§ **What is required**
Every line in the records below that holds "status" must be identified and copied.

[Dataset entries]
•••••
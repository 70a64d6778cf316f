/**
 * The cases of the estimate's judgment (issue 9), each run through POST /api/estimate and
 * named after what it catches. Before/after figures are in the issue's closing note.
 */
import { describe, expect, it } from 'vitest';
import { appFetch } from '../support/stack';

type Json = Record<string, any>;
const energy = { fuel: 'natural-gas', price: 1.2, priceUnit: 'therm', electricityPricePerKWh: 0.15 };

async function estimate(body: Json, detail = ''): Promise<Json> {
  const response = await appFetch(`/api/estimate${detail}`, { method: 'POST', headers: { 'content-type': 'application/json' }, body: JSON.stringify(body) });
  expect(response.status).toBe(200);
  return ((await response.json()) as { result: Json }).result;
}

const dryRoom = { id: 'dry', label: 'Process room', preset: 'process-room', average: { airTemperatureC: 20, relativeHumidityPercent: 60, airSpeedMPerS: 0 }, design: { wetAirTemperatureC: 20, wetRelativeHumidityPercent: 60 } };

describe('the estimate’s judgment, through /api/estimate', () => {
  it('a cheap warm copper line is left as it is, not insulated at a 130-year payback', async () => {
    const r = await estimate({ operatingHoursPerYear: 6000, energy, runs: [{ id: 'a', label: 'Wash hose line', service: 'hot-water', fluidTemperatureC: 40, pipe: { standard: 'ASTM-B88-L', size: '3/4' }, lengthM: 10, operatingHoursPerYear: 500 }] });
    expect(r.runs[0].proposed.option).toBe('leave');
    expect(r.runs[0].choice.code).toBe('NOTHING_PAYS');
    expect(r.totals.installedCost).toBe(0);
    expect(r.runs[0].options.map((o: Json) => o.kind)).toEqual(['leave', 'insulate']);
  });

  it('an insulated line in good order is left as it is', async () => {
    const r = await estimate({ energy, runs: [{ id: 'a', label: 'Header', service: 'steam', pipe: { standard: 'ASME-B36.10M', size: '2' }, lengthM: 30, current: { state: 'insulated', material: 'mineral-wool', thicknessM: 0.1016 } }] });
    expect(r.runs[0].proposed.option).toBe('leave');
    expect(r.runs[0].savings.annualCost).toBe(0);
    expect(r.totals.installedCost).toBe(0);
  });

  it('a whole, dry glycol line is left as it is and adds nothing to the totals', async () => {
    const r = await estimate({ energy, areas: [dryRoom], runs: [{ id: 'a', label: 'Glycol', service: 'glycol', areaId: 'dry', pipe: { standard: 'ASME-B36.10M', size: '2' }, lengthM: 30, current: { state: 'insulated', material: 'flexible-elastomeric', thicknessM: 0.013, jacket: 'elastomeric-skin' } }] });
    expect(r.runs[0].proposed.option).toBe('leave');
    expect(r.totals.installedCost).toBe(0);
    expect(r.totals.simplePaybackYears).toBeNull();
  });

  it('a run with a bare fifth is repaired on its bare meters, not re-insulated end to end', async () => {
    const r = await estimate({ energy, runs: [{ id: 'a', label: 'Main', service: 'steam', pipe: { standard: 'ASME-B36.10M', size: '3' }, lengthM: 40, current: { state: 'damaged', bareFraction: 0.2, material: 'mineral-wool', thicknessM: 0.0508 } }] }, '?detail=full');
    const run = r.runs[0];
    expect(run.proposed.option).toBe('repair');
    const repair = run.options.find((o: Json) => o.kind === 'repair');
    expect(repair.lengthInsulatedM).toBeCloseTo(8, 9);
    expect(run.installedCost).toBeLessThan(1000);
    expect(run.simplePaybackYears).toBeLessThan(1);
  });

  it('burns are checked on the hot still day, not at the year’s windy average', async () => {
    const r = await estimate({ energy, runs: [{ id: 'a', label: 'Yard', service: 'steam', pipe: { standard: 'ASME-B36.10M', size: '1' }, lengthM: 20, ambient: { kind: 'outdoor' }, current: { state: 'insulated', material: 'mineral-wool', thicknessM: 0.0127, jacket: 'pvc-jacket' } }] });
    const run = r.runs[0];
    expect(run.current.surfaceTemperatureC).toBeLessThan(30);
    expect(run.current.designSurfaceTemperatureC).toBeGreaterThan(60);
    expect(run.hazards.map((h: Json) => h.code)).toContain('SURFACE_ABOVE_TOUCH_LIMIT');
    expect(run.proposed.option).not.toBe('leave');
    expect(run.proposed.designSurfaceTemperatureC).toBeLessThanOrEqual(60);
  });

  it('a washdown room’s humidity sizes the glycol insulation, and the gap is said plainly where no stock thickness suffices', async () => {
    const room = (rh: number) => ({ id: 'wash', label: 'Washdown', preset: 'washdown-room', average: { airTemperatureC: 20, relativeHumidityPercent: rh, airSpeedMPerS: 0 }, design: { wetAirTemperatureC: 20, wetRelativeHumidityPercent: rh } });
    const run = { id: 'g', label: 'Glycol', service: 'glycol', areaId: 'wash', pipe: { standard: 'ASME-B36.10M', size: '2' }, lengthM: 30 };
    const at = async (rh: number) => estimate({ energy, areas: [room(rh)], runs: [run] });
    expect((await at(60)).runs[0].condensationControl.leastThicknessM).toBe(0.013);
    expect((await at(85)).runs[0].condensationControl.leastThicknessM).toBe(0.05);
    const wet = await at(92);
    expect(wet.runs[0].condensationControl.leastThicknessM).toBeNull();
    expect(wet.runs[0].choice.code).toBe('NO_OPTION_MEETS_SAFETY');
    const warning = wet.warnings.find((w: Json) => w.code === 'NO_STOCK_MEETS_NEED');
    expect(warning.runId).toBe('g');
    expect(warning.message).toMatch(/dew point.*K short/);
  });

  it('bare valves on an insulated cold line are flagged for sweating and covered', async () => {
    const r = await estimate({ energy, runs: [{ id: 'a', label: 'Glycol', service: 'glycol', pipe: { standard: 'ASME-B36.10M', size: '2' }, lengthM: 30, valves: 2, current: { state: 'insulated', material: 'flexible-elastomeric', thicknessM: 0.025 } }] });
    const run = r.runs[0];
    expect(run.hazards.map((h: Json) => h.code)).toContain('BARE_FITTINGS_BELOW_DEW_POINT');
    expect(run.proposed.option).toBe('repair');
    expect(run.proposed.coverFittings).toBe(true);
  });

  it('chilled water losing heat to cold outdoor air is reported, not billed as boiler gas', async () => {
    const r = await estimate({ energy, conditions: { outdoorAirTemperatureC: 2 }, runs: [{ id: 'a', label: 'Chiller loop', service: 'chilled-water', pipe: { standard: 'ASME-B36.10M', size: '2' }, lengthM: 50, ambient: { kind: 'outdoor' } }] });
    const run = r.runs[0];
    expect(run.cold).toBe(true);
    expect(run.current.annualFuelGJ).toBe(0);
    expect(run.current.annualCost).toBe(0);
    expect(run.current.wrongWayHeatW).toBeGreaterThan(500);
  });

  it('a sweating chilled line also gains the latent heat of the water condensing on it', async () => {
    const room = (rh: number) => ({ id: 'r', label: 'Room', average: { airTemperatureC: 20, relativeHumidityPercent: rh, airSpeedMPerS: 0 } });
    const run = { id: 'c', label: 'Chilled', service: 'chilled-water', areaId: 'r', pipe: { standard: 'ASME-B36.10M', size: '2' }, lengthM: 10 };
    const dry = await estimate({ energy, areas: [room(20)], runs: [run] });
    const humid = await estimate({ energy, areas: [room(85)], runs: [run] });
    expect(dry.runs[0].current.latentGainW).toBe(0);
    expect(humid.runs[0].current.latentGainW).toBeGreaterThan(0);
    expect(humid.runs[0].current.heatW / dry.runs[0].current.heatW).toBeGreaterThan(1.5);
  });

  it('the range counts installed price, air and surface among its uncertainties', async () => {
    const r = await estimate({ energy, runs: [{ id: 'a', label: 'Header', service: 'steam', pipe: { standard: 'ASME-B36.10M', size: '2' }, lengthM: 40 }] });
    const p = r.range.simplePaybackYears;
    expect(p.high / p.low).toBeGreaterThan(1.5);
    expect(r.range.installedCost.high).toBeGreaterThan(r.range.installedCost.likely * 1.1);
    expect(r.range.sampled.join(' ')).toMatch(/installed price.*air temperature.*air speed.*emittance/s);
  });

  it('a 2-in sanitary tube is 2.000 in across, not NPS 2', async () => {
    const r = await estimate({ energy, runs: [{ id: 'a', label: 'CIP', service: 'cip-supply', pipe: { standard: 'ASTM-A270-SANITARY', size: '2' }, lengthM: 10 }] });
    expect(r.runs[0].pipeOuterDiameterM).toBeCloseTo(0.0508, 9);
  });

  it('a shiny copper finish loses less than a tarnished one', async () => {
    const run = (finish: string) => ({ id: 'a', label: 'HW', service: 'hot-water', fluidTemperatureC: 60, finish, pipe: { standard: 'ASTM-B88-L', size: '3/4' }, lengthM: 10 });
    const bright = await estimate({ energy, runs: [run('bright-metal')] });
    const dark = await estimate({ energy, runs: [run('dark-tarnish')] });
    expect(bright.runs[0].bare.heatLossWPerM / dark.runs[0].bare.heatLossWPerM).toBeLessThan(0.75);
  });

  it('an older request without areas, market or fittings still gets an answer', async () => {
    const r = await estimate({ unitSystem: 'US', energy, runs: [{ id: 'a', label: 'Header', service: 'steam', pipe: { standard: 'ASME-B36.10M', size: '2' }, lengthM: 30, valves: 2 }] });
    expect(r.market).toBe('US');
    expect(r.assumptions.stockSeries).toBe('inch');
    expect(r.runs[0].options.length).toBeGreaterThan(1);
  });

  it('the display units do not move money: the market decides the stock series', async () => {
    const body = (unitSystem: string) => ({ market: 'GB', unitSystem, energy, runs: [{ id: 'a', label: 'Header', service: 'steam', pipe: { standard: 'ASME-B36.10M', size: '2' }, lengthM: 30 }] });
    const si = await estimate(body('SI'));
    const us = await estimate(body('US'));
    expect(us.totals.installedCost).toBe(si.totals.installedCost);
    expect(us.range).toEqual(si.range);
  });

  it('the summary answer leaves out what a detail view opens later; ?detail=full has it', async () => {
    const body = { energy, runs: [{ id: 'a', label: 'Header', service: 'steam', pipe: { standard: 'ASME-B36.10M', size: '2' }, lengthM: 30 }] };
    const summary = await estimate(body);
    const full = await estimate(body, '?detail=full');
    expect(summary.detail).toBe('summary');
    expect('thicknessSeries' in summary.runs[0]).toBe(false);
    expect(full.runs[0].thicknessSeries.length).toBeGreaterThan(3);
    expect(full.runs[0].proposed.profile.faceTemperaturesC.length).toBe(3);
  });

  it('a consultant can force the option and type a price, and still sees the others', async () => {
    const r = await estimate({ energy, runs: [{ id: 'a', label: 'Main', service: 'steam', pipe: { standard: 'ASME-B36.10M', size: '3' }, lengthM: 40, current: { state: 'damaged', bareFraction: 0.2, material: 'mineral-wool', thicknessM: 0.0508 }, proposed: { option: 'replace', price: { lumpSum: 5000 } } }] });
    const run = r.runs[0];
    expect(run.proposed.option).toBe('replace');
    expect(run.choice.code).toBe('FORCED');
    expect(run.installedCost).toBe(5000);
    expect(run.options.map((o: Json) => o.kind)).toEqual(expect.arrayContaining(['leave', 'repair', 'add-layer', 'replace']));
  });

  it('a measured bare steam surface well under saturation is flagged, with a code and a sentence', async () => {
    const r = await estimate({ energy, runs: [{ id: 'a', label: 'Header', service: 'steam', steamGaugePressureKPa: 700, pipe: { standard: 'ASME-B36.10M', size: '2' }, lengthM: 30, measurements: { surfaceTemperatureC: 120, airTemperatureC: 20 } }] });
    const run = r.runs[0];
    expect(run.notices.map((n: Json) => n.code)).toContain('MEASURED_BELOW_SATURATION');
    expect(run.measurements.lineTemperatureC).toBeGreaterThan(120);
    expect(run.measurements.lineTemperatureC).toBeLessThan(125);
    expect(run.fluidTemperatureC).toBe(run.measurements.lineTemperatureC);
  });

  it('a range refusal carries params a form can re-word in its own units', async () => {
    const response = await appFetch('/api/estimate', { method: 'POST', headers: { 'content-type': 'application/json' }, body: JSON.stringify({ energy, operatingHoursPerYear: 9000, runs: [{ id: 'a', label: 'H', service: 'steam', pipe: { standard: 'ASME-B36.10M', size: '2' }, lengthM: 30 }] }) });
    expect(response.status).toBe(400);
    const issue = ((await response.json()) as Json).error.issues.find((i: Json) => i.path === 'operatingHoursPerYear');
    expect(issue.params).toEqual({ quantity: 'hours', limit: 'max', limitSI: 8760, givenSI: 9000, exclusive: false, unitSI: 'h/yr' });
    expect(issue.message).toMatch(/8760 h\/yr.*leap year 8784/);
  });

  it('soft notices: a run over a kilometer and glycol above 60 °C are said at the field, not refused', async () => {
    const r = await estimate({ energy, runs: [{ id: 'a', label: 'Long', service: 'glycol', fluidTemperatureC: 70, pipe: { standard: 'ASME-B36.10M', size: '2' }, lengthM: 1500 }] });
    const codes = r.runs[0].notices.map((n: Json) => n.code);
    expect(codes).toEqual(expect.arrayContaining(['RUN_LONGER_THAN_1_KM', 'GLYCOL_ABOVE_60C']));
    expect(r.runs[0].notices.find((n: Json) => n.code === 'RUN_LONGER_THAN_1_KM').path).toBe('runs.0.lengthM');
  });
});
•••••
§ **Exercise result**
  expect(response.status).toBe(200);
    expect(response.status).toBe(400);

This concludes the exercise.